The observation of discrepancies between different methods for identifying hypoxic tumours has led to the development of mRNA expression-based hypoxia profiles. These profiles are reported to more accurately identify hypoxic tumours by accounting for multiple hypoxia-associated factors (Toustrup et al, 2012). However, while this is promising for research applications, mRNA profile-based testing has not been broadly adopted in the clinic due to several logistical challenges. Currently, few mRNA profile-based tests are in routine clinical use for treatment selection in cancer; the most prominent of these is the Genomic Health 21-gene Recurrence Score test for predicting recurrence after anti-oestrogen therapy in early-stage breast cancer (Ross et al, 2008). However, this test may soon be replaced by a more clinically feasible four-component IHC-based equivalent, IHC4 (Cuzick et al, 2011).
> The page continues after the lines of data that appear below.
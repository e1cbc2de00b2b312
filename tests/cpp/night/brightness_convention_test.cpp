// The brightness convention of night files: conversion of Planck-labelled files on read, and
// the residual-pattern check that flags a night filled in the other convention.
#include "wvr/brightness_convention.hpp"

#include <gtest/gtest.h>
#include <hdf5.h>
#include <unistd.h>

#include <cmath>
#include <cstdio>
#include <filesystem>

#include "test_util.hpp"
#include "wvr/brightness_convention_check.hpp"
#include "wvr/error.hpp"
#include "wvr/night_file.hpp"
#include "wvr/night_retrieval.hpp"
#include "wvr/planck.hpp"
#include "wvr/simulator.hpp"

namespace wvr {
namespace {

const std::string kNight = R"(
name = "convention test night"
seed = 9
duration_s = 600.0
integration_s = 1.0
site_file = "sites/demo-site.toml"
radiometer_file = "radiometers/demo-183-dsb.toml"
[array]
layout = "compact"
antenna_count = 6
radius_m = 300.0
[atmosphere]
pwv_mm = 1.0
[source]
declination_deg = -30.0
start_hour_angle_h = -0.5
[[turbulence]]
kind = "wet"
height_m = 500.0
thickness_m = 500.0
outer_scale_m = 4000.0
wind_east_m_s = 8.0
wind_north_m_s = 0.0
path_rms_um = 200.0
)";

Night simulated() {
  return simulate_night(parse_scenario(kNight, "convention.toml", test::testdata("")));
}

std::filesystem::path temp_file(const std::string& name) {
  return std::filesystem::temp_directory_path() /
         ("wvr_convention_" + std::to_string(::getpid()) + "_" + name + ".h5");
}

void set_convention_attribute(const std::filesystem::path& path, const std::string& value) {
  const hid_t file = H5Fopen(path.c_str(), H5F_ACC_RDWR, H5P_DEFAULT);
  ASSERT_GE(file, 0);
  H5Adelete_by_name(file, "/radiometer", "brightness_convention", H5P_DEFAULT);
  const hid_t type = H5Tcopy(H5T_C_S1);
  H5Tset_size(type, value.size());
  const hid_t space = H5Screate(H5S_SCALAR);
  const hid_t attribute = H5Acreate_by_name(file, "/radiometer", "brightness_convention", type,
                                            space, H5P_DEFAULT, H5P_DEFAULT, H5P_DEFAULT);
  H5Awrite(attribute, type, value.c_str());
  H5Aclose(attribute);
  H5Sclose(space);
  H5Tclose(type);
  H5Fclose(file);
}

TEST(BrightnessConvention, ConversionRoundTripsAndShiftsByHalfThePhotonTemperature) {
  const RadiometerConfig radiometer =
      load_radiometer_config(test::testdata("radiometers/demo-183-dsb.toml"));
  std::vector<double> tb = {250.0, 150.0, 60.0, 20.0, std::nan(""), 0.0, 100.0, 30.0};
  tb.resize(2 * radiometer.channels.size(), 80.0);
  std::vector<double> planck = tb;
  rj_equivalent_to_planck(radiometer, planck);
  std::vector<double> back = planck;
  planck_to_rj_equivalent(radiometer, back);
  for (std::size_t i = 0; i < tb.size(); ++i) {
    if (std::isnan(tb[i])) {
      EXPECT_TRUE(std::isnan(back[i]));
      continue;
    }
    EXPECT_NEAR(back[i], tb[i], 1e-9);
    if (tb[i] <= 0.0) continue;
    // Planck - RJ = h nu / 2k - (h nu / k)^2 / (12 T) + ... (series of J(nu, T) in 1/T).
    const std::size_t c = i % radiometer.channels.size();
    const double x =
        planck_temperature_scale_k(convention_frequency_ghz(radiometer.channels[c], 183.31));
    EXPECT_NEAR(planck[i] - tb[i], x / 2.0, x * x / (6.0 * planck[i])) << i;
  }
  EXPECT_EQ(to_string(brightness_convention_from_string("planck", "f")), "planck");
  EXPECT_THROW(brightness_convention_from_string("brightness", "f"), InvalidInput);
}

TEST(BrightnessConvention, PlanckLabelledFilesAreConvertedOnRead) {
  const Night night = simulated();
  const std::filesystem::path path = temp_file("planck");
  NightWriteOptions options;
  options.overwrite_output = true;
  Night planck = night;
  rj_equivalent_to_planck(planck.radiometer.config, planck.radiometer.brightness_k);
  write_night(planck, path, options);
  set_convention_attribute(path, "planck");
  const Night back = read_night(path);
  ASSERT_EQ(back.radiometer.brightness_k.size(), night.radiometer.brightness_k.size());
  for (std::size_t i = 0; i < night.radiometer.brightness_k.size(); i += 7)
    ASSERT_NEAR(back.radiometer.brightness_k[i], night.radiometer.brightness_k[i], 1e-9) << i;
  // Without the conversion the values would be ~4.4 K higher.
  EXPECT_GT(planck.radiometer.brightness_k[0] - night.radiometer.brightness_k[0], 4.0);
  // A written night says what it holds; an unknown label is refused by name.
  write_night(night, path, options);
  const Night plain = read_night(path);
  EXPECT_EQ(plain.radiometer.brightness_k, night.radiometer.brightness_k);
  set_convention_attribute(path, "kelvin");
  try {
    read_night(path);
    ADD_FAILURE() << "no error";
  } catch (const InvalidInput& e) {
    EXPECT_NE(std::string(e.what()).find("brightness_convention = \"kelvin\""), std::string::npos)
        << e.what();
  }
  std::filesystem::remove(path);
}

TEST(BrightnessConvention, ResidualPatternFlagsTheOtherConvention) {
  const Night night = simulated();
  const SiteParameters site = night.site->site.parameters;
  const NightRetrieval right = retrieve_night(night, site);
  const BrightnessConventionCheck ok = check_brightness_convention(night, right);
  EXPECT_FALSE(ok.looks_like_other_convention) << ok.amplitude << " " << ok.explained_fraction;
  EXPECT_TRUE(ok.message.empty());

  // Planck brightness temperatures in a file labelled Rayleigh-Jeans-equivalent.
  Night mislabelled = night;
  rj_equivalent_to_planck(mislabelled.radiometer.config, mislabelled.radiometer.brightness_k);
  const NightRetrieval wrong = retrieve_night(mislabelled, site);
  const BrightnessConventionCheck flagged = check_brightness_convention(mislabelled, wrong);
  EXPECT_TRUE(flagged.looks_like_other_convention);
  EXPECT_NEAR(flagged.amplitude, 1.0, 0.3);
  EXPECT_NE(flagged.message.find("Planck brightness temperatures read as"), std::string::npos);
  const NightRetrievalSummary a = summarize(right), b = summarize(wrong);
  std::printf(
      "Planck read as RJ: PWV %.4f -> %.4f mm (%+.1f %%), chi2/dof %.2f -> %.1f; "
      "pattern amplitude %.3f explains %.0f %%\n",
      a.pwv_median_mm, b.pwv_median_mm, 100.0 * (b.pwv_median_mm / a.pwv_median_mm - 1.0),
      a.chi2_per_dof_median, b.chi2_per_dof_median, flagged.amplitude,
      100.0 * flagged.explained_fraction);
  EXPECT_GT(b.chi2_per_dof_median, 20.0 * a.chi2_per_dof_median);

  // Rayleigh-Jeans-equivalent brightness converted as if it were Planck.
  Night reversed = night;
  planck_to_rj_equivalent(reversed.radiometer.config, reversed.radiometer.brightness_k);
  const BrightnessConventionCheck flipped =
      check_brightness_convention(reversed, retrieve_night(reversed, site));
  EXPECT_TRUE(flipped.looks_like_other_convention);
  EXPECT_NEAR(flipped.amplitude, -1.0, 0.3);
}

TEST(BrightnessConvention, MismatchedSkyIsNotMistakenForAConventionError) {
  // Another absorption model, lapse rate, inversion and calibration errors of 1.5 K / 3 %:
  // residuals that are not the convention pattern.
  Scenario s = load_scenario(test::testdata("scenarios/mismatched-small.toml"));
  s.duration_s = 600.0;
  const Night night = simulate_night(s);
  const BrightnessConventionCheck check =
      check_brightness_convention(night, retrieve_night(night, night.site->site.parameters));
  EXPECT_FALSE(check.looks_like_other_convention)
      << check.amplitude << " " << check.explained_fraction << " " << check.message;
  std::printf("mismatched night: pattern amplitude %.3f explains %.0f %%\n", check.amplitude,
              100.0 * check.explained_fraction);
}

}  // namespace
}  // namespace wvr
The two-component ‘functional hypoxia’ signature (Ki67 and sCAIX) proposed in this study demonstrates a significant improvement over the use of sCAIX alone for identifying patients with poor prognosis. A Ki67/sCAIX-based IHC test could be developed and routinely applied in the clinic to detect functionally hypoxic tumours and direct the use of several promising treatment strategies (Wilson and Hay, 2011; Bose et al, 2013). Also, such a test can be applied to tumours that are not treated surgically, to identify patients that will benefit from the addition of hypoxia-targeting/sensitising therapies to existing chemoradiation regimens. Additional biomarkers could potentially be incorporated to further tailor this signature to specific tumour types (Chi et al, 2006) or to specific hypoxia-sensitising/targeting treatments. However, testing the inclusion of additional markers will require a larger patient cohort than the one reported in this study.

Our study is limited by its retrospective design and the lack of corroborative pO2 or pimonidazole measurements. ECS is an important prognostic factor in OSCC and its incomplete reporting at the time that these patients were treated is a further limitation of our study. Additionally, the Ki67losCAIXhi group was relatively small, leading to the possibility of ‘over-fitting’ the data. This and the post-hoc definition of survival groups can both be addressed by replication in an independent OSCC cohort. However, our results strongly suggest that using combined sCAIX and tumour Ki67 expression, to account for hypoxia-independent CAIX expression, could lead to the development of a cost-effective and clinically feasible test to efficiently identify patients with unfavourable outcomes that may indicate functionally hypoxic tumours.